LQ effectively has false information about some subset of reality there, that is in a sense what “LQ” means.
(Or just has gaps, which resolve to approximate HQ after processing, or fail and resolve to noise, either way.)
Rereading, I think HoldenK started down this path, “once the predictor is good enough that it can get data points right despite missing crucial information, it is also (potentially) good enough that it can learn how to imitate “what the human would think had happened if they had more information.”″
So for your block—in a sense you’re giving the human some information the predictor lacks. You’re giving the human “hints,” in the form of higher quality input, which helps get the human closer to perfectly representing the actual world. (Not completely, sometimes there’s still uncertainty, but closer than the predictor is likely to get.)
If that gets the human to “perfect”, then the best the predictor can do is asymptotically approach human prediction and direct translation at the same time.
My Weak Spots
I think one likely objection to what I wrote here is that I am abusing Shannon.
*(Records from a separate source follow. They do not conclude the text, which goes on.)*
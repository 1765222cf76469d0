import type { Metadata } from 'next';
import { notFound } from 'next/navigation';
import { PartEditor } from '@/components/parts/part-editor';
import { PageBody } from '@/components/shell/header';
import { Sheet } from '@/components/ui/sheet';
import { isId, pageActor } from '@/lib/access/actor';
import { loadPartForm } from '@/lib/parts/queries';

export const metadata: Metadata = { title: 'Part' };

export default async function PartPage({ params }: { params: Promise<{ shop: string; part: string }> }) {
  const { shop, part: id } = await params;
  await pageActor(shop, 'parts:edit');
  const part = isId(id) ? await loadPartForm(shop, id) : null;
  if (!part) notFound();
  return (
    <PageBody title={part.name}>
      <Sheet className="max-w-2xl">
        <PartEditor shopId={shop} part={part} />
      </Sheet>
    </PageBody>
  );
}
I’ve considered that, would be happy to discuss it more and carefully consider objections along those lines, but I think toy examples would get us there. And without taking away from your notes about how “Sometimes the predictor’s probability is strictly between 0 and 1, so it gets some loss.” If p(I eat soup) is 0.6 for all days, let’s just ask ten discrete questions, “across n days the number of soups I eat will converge to n/1? (T/F), n/2? (T/F), …” I would definitely try to preserve performance and scoring, I just want to run the NAND.
I think another likely objection is that when we apply models, trying to get m(HQ) = ~W, then it relies on interactions of states in complex ways where we can’t slice them randomly into two groups without disrupting how models work at the basic level. I think the response is to simply group these states into bigger subsets of outcomes and treat those as atomic.
I think the biggest and most important objection would be that I’ve misunderstood your block. I would welcome any clarifications, and especially appreciate a toy example if you could, even if not involving diamonds, just to make sure I definitely get what you’re saying in that part.
I’d be interested in other objections or weak spots here, appreciate your time helping me to think this through more carefully and completely.